Retirement program insights
Published 2:10 pm Friday, November 15, 2019
The Prince Edward County Board of Supervisors unanimously approved, by a 7-0 vote, a request from a hazardous duty retiree to amend the guidelines for the locally funded enhanced retirement program, allowing her to receive the supplement for another year, until age 66.
There were only seven voters because Lockett District Supervisor Robert M. “Bobby” Jones was not present at the meeting.
The details shared by County Administrator Wade Bartlett prior to the board’s vote gave insight into the county’s position with regard to providing a retirement supplement for employees who served in a hazardous duty position.
“On June 9 of 1998, the board authorized the county to provide a locally funded Law Enforcement Supplement (LEOS) for persons retiring under the VRS (Virginia Retirement System),” Bartlett said. “At that time, it was optional for localities to provide a retirement supplement for employees — except for the sheriff, that’s always been mandated — who served in a hazardous duty position.

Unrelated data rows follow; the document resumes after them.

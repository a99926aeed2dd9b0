package minimize

import (
	"github.com/tenter-go/tenter/action"
	"github.com/tenter-go/tenter/constraint"
	"github.com/tenter-go/tenter/field"
)

// softened is an action with the cost of soft conditions added, so that a
// solver that knows nothing of them finds their compromise with the action. The
// second variation has the curvature of observations and cost conditions on its
// diagonal; soft linear conditions, which would fill it, are left to bordering.
type softened struct {
	Functional
	free *constraint.Unknowns
	bent *field.History // curvature of the terms
}

func (s *softened) Value(h *field.History) float64 {
	return s.Functional.Value(h) + s.free.Cost(h)
}

func (s *softened) Gradient(dst, h *field.History) *field.History {
	dst = s.Functional.Gradient(dst, h)
	s.free.AddGradient(dst, h)
	return dst
}

func (s *softened) SecondVariationMatrix(dst *action.Matrix, h *field.History) *action.Matrix {
	dst = s.Functional.SecondVariationMatrix(dst, h)
	if s.bent == nil {
		s.bent = field.NewHistory(h.Block, h.Components)
	}
	clear(s.bent.Data)
	s.free.AddCurvature(s.bent, h)
	for e, v := range s.bent.Data {
		if v == 0 {
			continue
		}
		columns, values := dst.Row(e)
		for k, f := range columns {
			if f == e {
				values[k] += v
				break
			}
		}
	}
	return dst
}
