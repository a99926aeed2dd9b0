package minimize

import (
	"context"
	"fmt"

	"github.com/tenter-go/tenter/action"
	"github.com/tenter-go/tenter/constraint"
	"github.com/tenter-go/tenter/field"
)

// again tries a two-time problem, of which the block-wide solve has left a
// residual, by shooting: from the first two slices of the start and then of the
// straight one. It applies where no strategy was asked for and the solve did not
// end at a limit of the settings. The first history
// within the tolerance is returned; if there is none, the block-wide one is. The
// report lists all that was tried.
func (l *least) again(ctx context.Context, held *constraint.Set, start *field.History, set *Settings, first *Found, err error) (*Found, error) {
	r := &first.Report
	limited := r.Status == Stopped && l.set.Iterations > 0
	if l.set.Strategy != Fitting || ctx.Err() != nil || limited || r.After.Max <= r.Tolerance || !l.twoTimes() {
		return first, err
	}
	stages := append(r.Stages, Stage{
		Strategy: BlockWide, Why: r.Why, Outcome: fmt.Sprintf("%v, %s", r.Status, r.Reason), Used: true,
		Iterations: r.Iterations, Factorisations: r.Factorisations, Max: r.After.Max, Wall: r.Wall,
	})
	straight := start.Clone()
	straighten(straight, l.free)
	var shoot Settings
	if set != nil {
		shoot = *set
	}
	shoot.Strategy = Shooting
	for k, h := range []*field.History{start, straight} {
		found, wrong := LeastResidual(ctx, l.s, held, h, &shoot)
		if found == nil {
			stages = append(stages, Stage{Strategy: Shooting, Why: "the block-wide solve left a residual", Outcome: wrong.Error()})
			break
		}
		for _, s := range found.Report.Stages {
			s.Why = "the block-wide solve left a residual; from the " + [...]string{"start", "straight start"}[k]
			s.Used = found.Report.After.Max <= found.Report.Tolerance
			stages = append(stages, s)
		}
		if found.Report.After.Max <= found.Report.Tolerance {
			stages[len(r.Stages)].Used = false
			c := &found.Report
			c.Strategy, c.Why, c.Stages = Shooting, "two slices are pinned and the block-wide solve left a residual", stages
			c.Before, c.CostBefore, c.Wall = r.Before, r.CostBefore, l.since()
			return found, wrong
		}
	}
	r.Stages, r.Wall = stages, l.since()
	return first, err
}

// twoTimes reports whether the first and the last slice are pinned and the one
// after the first is not, in an equation that can be marched.
func (l *least) twoTimes() bool {
	b := l.s.Block()
	return !l.fuzzy() && !b.Time.Periodic && l.s.Signature() != action.Euclidean && !l.tied() &&
		l.free.SliceFixed(0) && l.free.SliceFixed(b.Slices()-1) && !l.free.SliceFixed(1)
}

“On July 14 in 1998, the board adopted guidelines for that program,” he continued. “… Item 5 of those guidelines stated the supplement would cease at age 65. And that’s always happened.”
He noted that presently, the county has one retiree remaining in the program, and that retiree was born in 1954 and will reach age 65 in December when the supplement under the current regulations will cease.
“Effective 1 July of 2008, the commonwealth mandated that localities had to provide the State Police Officers Retirement System (SPORS) — it’s a little different than LEOS — benefits through VRS to each deputy sheriff and other employees in hazardous duty positions,” Bartlett said. “Right now that’s the only ones we have. Under SPORS, this supplement continues until the retiree reaches the full retirement age under Social Security. For people born in 1954, that age is 66.
“The retiree in question is requesting that the policy for the locally funded enhanced retirement program be amended to match the SPORS system, which would allow her to receive the supplement for an additional year,” he continued.
He cited that this issue has never arisen before because all previous retirees that qualified for the program had obtained full retirement age for Social Security at 65.
“Because this program was established prior to the state mandate, the county is not obligated to provide such a supplement to employees who retired prior to July 1, 2008, which this employee did,” Bartlett said.
He then addressed the cost involved in approving the request and how part of the nature of the supplement could impact that cost.
“If approved this would extend payment of the benefit until December of 2020 and would cost the county at least $14,244,” he said. “It could be more depending on if that supplement is increased anytime along the way, which usually happens around July, if it happens at all. It doesn’t always happen.”
In the board meeting packet, Bartlett provided supervisors with a copy of the locally funded LEOS supplement guidelines that the board adopted July 14, 1998.
“I spoke with the sheriff on this, and the recommendation is to approve the (retiree’s) request, change item 5 of the guidelines to read, ‘The supplement ceases upon attaining the full retirement age under Social Security’ instead of saying it ends at 65.
“This will be the last employee that will have this,” he continued. “This will not occur again. This program will cease after that because everyone else now is under the mandate of VRS.”